Saved entries
//! A piece whose quantities are still marked, with each in both systems of units.

use crate::report::page::{Block, Page, Picture, Table};
use crate::units::{System, in_both};

/// The piece with every marked quantity as a figure in both systems, one of them first.
pub(super) fn in_both_units(page: Page, first: System) -> Page {
    let both = |text: String| in_both(&text, first);
    let all = |texts: Vec<String>| texts.into_iter().map(both).collect::<Vec<String>>();
    let table = |of: Table| Table {
        caption: both(of.caption),
        head: all(of.head),
        rows: of.rows.into_iter().map(all).collect(),
        right: of.right,
    };
    let picture = |of: Picture| Picture { title: both(of.title), words: both(of.words), shows: of.shows };
    let block = |block: Block| match block {
        Block::Heading(level, text) => Block::Heading(level, both(text)),
        Block::Words(text) => Block::Words(both(text)),
        Block::Warning(text) => Block::Warning(both(text)),
        Block::List(texts) => Block::List(all(texts)),
        Block::Facts(facts) => {
            Block::Facts(facts.into_iter().map(|(label, value)| (both(label), both(value))).collect())
        }
        Block::Table(of) => Block::Table(table(of)),
        Block::Blanks(labels) => Block::Blanks(all(labels)),
        Block::Picture(of) => Block::Picture(Box::new(picture(*of))),
        Block::Beside(of, drawn) => Block::Beside(table(of), Box::new(picture(*drawn))),
        Block::Sheet => Block::Sheet,
    };
    Page { title: both(page.title), blocks: page.blocks.into_iter().map(block).collect() }
}
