//! Learning the pool: the knobs that carry it from one cast to the next.
//!
//! The temperature of the second cast fits wind, light and diffusion, its oxygen the demand of the water; a third cast
//! that the fit has not seen says whether it is worth keeping.
//!
//! Methods: `docs/methods.md`, section 8.

use std::ops::ControlFlow;

use chrono::NaiveDate;

use crate::mix::Level;
use crate::profile::{Column, Profile};
use crate::rank::Progress;
use crate::site::{Knobs, Site};
use crate::units::say;

use super::ahead::{ahead, forcing};
use super::layers::Layers;
use super::plan::PlanDay;
use super::run::{Run, SeasonDay, Setup};
use super::step::{Forcing, day};

/// Casts nearer than this tell too little of what lies between them, days (choice).
pub const LEAST_DAYS: i64 = 14;
/// Fewest samples of a cast (choice).
pub const LEAST_SAMPLES: usize = 5;
/// Range of the share of the wind's work (recalled: 0.05 to 1.3 in the literature).
pub const WIND: [f64; 2] = [0.05, 1.3];
/// Range of the extinction of light, 1/m (recalled: from clear mountain water to turbid pools).
pub const LIGHT_PER_M: [f64; 2] = [0.1, 2.5];
/// Range of the factor on the diffusion (recalled: fits to lakes spread about threefold either way).
pub const DIFFUSION: [f64; 2] = [0.3, 3.0];
/// Range of the demand of the water, mg/L per day at 20 C (recalled: 0.01 to 0.3 by deep waters).
pub const WATER_DEMAND_MG_L_DAY: [f64; 2] = [0.01, 0.3];

/// Rounds over the knobs; each looks nearer about what the last found (choice).
const ROUNDS: usize = 5;
/// How much nearer (choice).
const NEARER: f64 = 0.5;
/// How far a round looks on along the way that the knobs have gone together, as a multiple of it (choice).
const BEYOND: f64 = 4.0;
/// Trials along each way (choice).
const TRIALS: usize = 9;
/// The golden section.
const GOLDEN: f64 = 0.618_033_988_749_894_9;

/// One day that has passed.
#[derive(Debug, Clone, PartialEq)]
pub struct Past {
    /// What it brought.
    pub forcing: Forcing,
    /// What was drawn.
    pub levels: Vec<Level>,
}

/// The days of a run, as they passed: for a plan and a gate schedule that tell what has been.
pub fn past(setup: &Setup, run: &Run) -> Vec<Past> {
    let days = ahead(setup, run.start.pool_m(&setup.skies.site.pool));
    let mornings = std::iter::once(&run.start).chain(run.days.iter().map(|day| &day.layers));
    let one = |((plan, day), morning): ((&PlanDay, &SeasonDay), &Layers)| Past {
        forcing: forcing(plan, setup.skies.days.get(&plan.date).copied(), morning.layers.last()),
        levels: day.drawn.iter().map(|drawn| drawn.level.clone()).collect(),
    };
    days.iter().zip(&run.days).zip(mornings).map(one).collect()
}

/// How far a computed pool is from a cast, as the root of the mean square over its samples.
#[derive(Debug, Clone, Copy, PartialEq)]
pub struct Apart {
    /// Temperature, C.
    pub temperature_c: f64,
    /// Oxygen, mg/L, where the casts have it.
    pub oxygen_mg_l: Option<f64>,
}

/// What was learned of a pool.
#[derive(Debug, Clone, PartialEq)]
pub struct Learned {
    /// The knobs before.
    pub before: Knobs,
    /// The knobs that were found.
    pub knobs: Knobs,
    /// The second cast, with the knobs before and with those found.
    pub fitted: [Apart; 2],
    /// The third cast, begun from the second: the test.
    pub tested: [Apart; 2],
    /// Knobs that ended at an end of their range: the pool asks for more than is published.
    pub at_end: Vec<&'static str>,
}

/// One knob of what was learned.
#[derive(Debug, Clone, Copy, PartialEq)]
pub struct Fitted {
    /// What it is called.
    pub name: &'static str,
    /// Its value before.
    pub before: f64,
    /// Its value found.
    pub after: f64,
    /// The published range it was sought in.
    pub range: [f64; 2],
    /// Whether it ended at an end of it.
    pub at_end: bool,
}

impl Learned {
    /// The knobs that were fitted, the oxygen's where the casts have it.
    pub fn each(&self) -> Vec<Fitted> {
        let with_oxygen = self.fitted.iter().chain(&self.tested).all(|a| a.oxygen_mg_l.is_some());
        let one = |knob: &Knob| Fitted {
            name: knob.name,
            before: *(knob.of)(&mut self.before.clone()),
            after: *(knob.of)(&mut self.knobs.clone()),
            range: knob.range,
            at_end: self.at_end.contains(&knob.name),
        };
        WARMTH.iter().chain(BREATH.iter().filter(|_| with_oxygen)).map(one).collect()
    }
}

/// A knob that is fitted.
struct Knob {
    name: &'static str,
    range: [f64; 2],
    of: fn(&mut Knobs) -> &mut f64,
}

/// Those of the temperature.
const WARMTH: [Knob; 3] = [
    Knob { name: "wind", range: WIND, of: |k| &mut k.wind },
    Knob { name: "light", range: LIGHT_PER_M, of: |k| &mut k.light_per_m },
    Knob { name: "diffusion", range: DIFFUSION, of: |k| &mut k.diffusion },
];
/// That of the oxygen.
const BREATH: [Knob; 1] =
    [Knob { name: "oxygen demand", range: WATER_DEMAND_MG_L_DAY, of: |k| &mut k.water_demand_mg_l_day }];

/// Fits the knobs of a site between two casts and tests them on a third; `days` hold every day from that of the first
/// cast to the one before that of the third. `None` where `progress` stopped it.
///
/// # Errors
/// Why nothing was learned, in words: too few days or samples, days that are not told, no better, or worse on the third.
pub fn learn(
    site: &Site,
    casts: [&Profile; 3],
    days: &[Past],
    progress: Progress,
) -> Option<Result<Learned, String>> {
    let [first, second, third] = match dates(site, casts) {
        Ok(dates) => dates,
        Err(words) => return Some(Err(words)),
    };
    let before = site.season.knobs;
    let stretch = |from: NaiveDate, to: NaiveDate| between(days, from, to);
    let (fit, test) = match (stretch(first, second), stretch(second, third)) {
        (Ok(fit), Ok(test)) => (fit, test),
        (Err(words), _) | (_, Err(words)) => return Some(Err(words)),
    };
    let mut trial = site.clone();
    let mut far = |knobs: Knobs, begun: &Profile, days: &[&Past], cast: &Profile| {
        trial.season.knobs = knobs;
        apart(&trial, begun, days, cast)
    };
    let mut knobs = before;
    // of the temperature one way for each knob and one for all together, of the oxygen a single one; and the start of each
    let total = (ROUNDS * TRIALS * (WARMTH.len() + 1 + BREATH.len()) + 2) as f64;
    let mut done = 0.0;
    // oxygen moves no water, so the temperature is fitted first
    let with_oxygen = casts.iter().all(|c| !c.oxygen.is_empty());
    for (some, oxygen) in [(&WARMTH[..], false), (&BREATH[..], true)] {
        if oxygen && !with_oxygen {
            continue;
        }
        let mut miss = |knobs: Knobs| -> Option<f64> {
            done += 1.0;
            if progress(done / total) == ControlFlow::Break(()) {
                return None;
            }
            let far = far(knobs, casts[0], &fit, casts[1]);
            Some(far.map_or(f64::INFINITY, |a| {
                if oxygen { a.oxygen_mg_l.unwrap_or(0.0) } else { a.temperature_c }
            }))
        };
        knobs = search(some, knobs, &mut miss)?;
    }
    let mut pair = |begun: usize, days: &[&Past]| {
        let mut of = |knobs: Knobs| far(knobs, casts[begun], days, casts[begun + 1]);
        Ok::<_, String>([of(before)?, of(knobs)?])
    };
    let (fitted, tested) = match (pair(0, &fit), pair(1, &test)) {
        (Ok(fitted), Ok(tested)) => (fitted, tested),
        (Err(words), _) | (_, Err(words)) => return Some(Err(words)),
    };
    if let Err(words) = worth(fitted, tested) {
        return Some(Err(words));
    }
    let ended = |knob: &&Knob| {
        let value = *(knob.of)(&mut knobs.clone());
        knob.range.iter().any(|end| (value / end - 1.0).abs() < 0.01)
    };
    let fitted_knobs = WARMTH.iter().chain(BREATH.iter().filter(|_| with_oxygen));
    let at_end = fitted_knobs.filter(ended).map(|knob| knob.name).collect();
    Some(Ok(Learned { before, knobs, fitted, tested, at_end }))
}

/// Whether the knobs that were found are worth keeping.
fn worth(fitted: [Apart; 2], tested: [Apart; 2]) -> Result<(), String> {
    let worse = |[before, after]: [f64; 2]| after > before;
    let warmth = |a: [Apart; 2]| a.map(|a| a.temperature_c);
    let breath = |a: [Apart; 2]| Some([a[0].oxygen_mg_l?, a[1].oxygen_mg_l?]);
    let [was, is] = warmth(fitted);
    if is >= was {
        let was = say::dc(was, 2);
        return Err(format!(
            "no knobs within the published ranges come nearer to the second cast than {was}"
        ));
    }
    if worse(warmth(tested)) {
        let [was, is] = warmth(tested).map(|c| say::dc(c, 2));
        return Err(format!("on the third cast the fit is worse than before: off by {is} against {was}"));
    }
    if let Some([was, is]) = breath(tested).filter(|pair| worse(*pair)) {
        return Err(format!(
            "on the third cast the oxygen of the fit is worse than before: off by {is:.2} mg/L against {was:.2}"
        ));
    }
    Ok(())
}

/// The dates of three casts, where they can be learned from.
fn dates(site: &Site, casts: [&Profile; 3]) -> Result<[NaiveDate; 3], String> {
    let date = |cast: &Profile| {
        let few = cast.samples.len();
        if few < LEAST_SAMPLES {
            return Err(format!("{} has {few} samples, and {LEAST_SAMPLES} are needed", cast.file));
        }
        let taken = cast.taken.ok_or_else(|| format!("{} does not say when it was taken", cast.file))?;
        Ok(taken.with_timezone(&site.offset).date_naive())
    };
    let dates = [date(casts[0])?, date(casts[1])?, date(casts[2])?];
    for (pair, cast) in dates.windows(2).zip(casts.iter().skip(1)) {
        let days = (pair[1] - pair[0]).num_days();
        if days < LEAST_DAYS {
            return Err(format!(
                "{} lies {days} days after the cast before it, and {LEAST_DAYS} are needed",
                cast.file
            ));
        }
    }
    Ok(dates)
}

/// The days from one date to the day before another, one after the other.
fn between(days: &[Past], from: NaiveDate, to: NaiveDate) -> Result<Vec<&Past>, String> {
    let wanted = from.iter_days().take_while(|d| *d < to);
    let told = |date: NaiveDate| {
        let of = days.iter().find(|p| p.forcing.date == date);
        of.ok_or_else(|| format!("nothing tells what came and went on {date}"))
    };
    wanted.map(told).collect()
}

/// Takes the pool of one cast through days and holds it against another cast.
fn apart(site: &Site, begun: &Profile, days: &[&Past], cast: &Profile) -> Result<Apart, String> {
    let none = || format!("{} shows no water", begun.file);
    let mut layers = Layers::of_profile(site, begun, site.season.layer_m).ok_or_else(none)?;
    for past in days {
        let levels = |_: &Column, _: f64| past.levels.clone();
        day(&mut layers, site, &past.forcing, &levels).map_err(|e| format!("on {}: {}", e.date, e.words))?;
    }
    let column = layers.column(site).ok_or_else(none)?;
    let warmth = cast.samples.iter().map(|s| s.temperature_c - column.reading(s.elevation_m).temperature_c);
    let breath =
        cast.oxygen.iter().filter_map(|o| Some(o.oxygen_mg_l - column.reading(o.elevation_m).oxygen_mg_l?));
    Ok(Apart {
        temperature_c: root_mean_square(warmth).unwrap_or(0.0),
        oxygen_mg_l: root_mean_square(breath),
    })
}

fn root_mean_square(values: impl Iterator<Item = f64>) -> Option<f64> {
    let (count, sum) = values.fold((0.0, 0.0), |(n, sum), v| (n + 1.0, sum + v * v));
    (count > 0.0).then(|| f64::sqrt(sum / count))
}

/// The knobs that miss least, by their logarithms: in each round one after the other, then all along the way they have
/// gone together; round after round nearer about the best so far, which is never given up for a worse. `None` where
/// `miss` stops it.
fn search(some: &[Knob], from: Knobs, miss: &mut dyn FnMut(Knobs) -> Option<f64>) -> Option<Knobs> {
    let ends: Vec<[f64; 2]> = some.iter().map(|knob| knob.range.map(f64::ln)).collect();
    let put = |place: &[f64]| {
        let mut knobs = from;
        for ((knob, x), [least, most]) in some.iter().zip(place).zip(&ends) {
            *(knob.of)(&mut knobs) = x.clamp(*least, *most).exp();
        }
        knobs
    };
    let mut knobs = from;
    let mut far = |place: &[f64]| miss(put(place));
    let mut place: Vec<f64> = Vec::new();
    for (knob, [least, most]) in some.iter().zip(&ends) {
        place.push((knob.of)(&mut knobs).ln().clamp(*least, *most));
    }
    let mut best = (far(&place)?, place);
    let mut reach = 1.0;
    for _ in 0..ROUNDS {
        let begun = best.1.clone();
        for (i, [least, most]) in ends.iter().enumerate() {
            let mut way = vec![0.0; some.len()];
            way[i] = most - least;
            along(&mut best, &way, [-reach, reach], &mut far)?;
        }
        let way: Vec<f64> = best.1.iter().zip(&begun).map(|(is, was)| is - was).collect();
        if some.len() > 1 {
            along(&mut best, &way, [-1.0, BEYOND], &mut far)?;
        }
        reach *= NEARER;
    }
    Some(put(&best.1))
}

/// Looks along a way from the best place by golden section, between two multiples of it.
fn along(
    best: &mut (f64, Vec<f64>),
    way: &[f64],
    [mut low, mut high]: [f64; 2],
    far: &mut dyn FnMut(&[f64]) -> Option<f64>,
) -> Option<()> {
    let from = best.1.clone();
    let mut at = |t: f64| {
        let place: Vec<f64> = from.iter().zip(way).map(|(x, w)| x + t * w).collect();
        let miss = far(&place)?;
        if miss < best.0 {
            *best = (miss, place);
        }
        Some(miss)
    };
    let mut inner = [high - GOLDEN * (high - low), low + GOLDEN * (high - low)];
    let mut missed = [at(inner[0])?, at(inner[1])?];
    for _ in 2..TRIALS {
        if missed[0] <= missed[1] {
            high = inner[1];
            inner = [high - GOLDEN * (high - low), inner[0]];
            missed = [at(inner[0])?, missed[0]];
        } else {
            low = inner[0];
            inner = [inner[1], low + GOLDEN * (high - low)];
            missed = [missed[1], at(inner[1])?];
        }
    }
    Some(())
}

• What you have to do: If a line in the records above contains "marked", copy that line.

• Task solution:
//! A piece whose quantities are still marked, with each in both systems of units.
/// The piece with every marked quantity as a figure in both systems, one of them first.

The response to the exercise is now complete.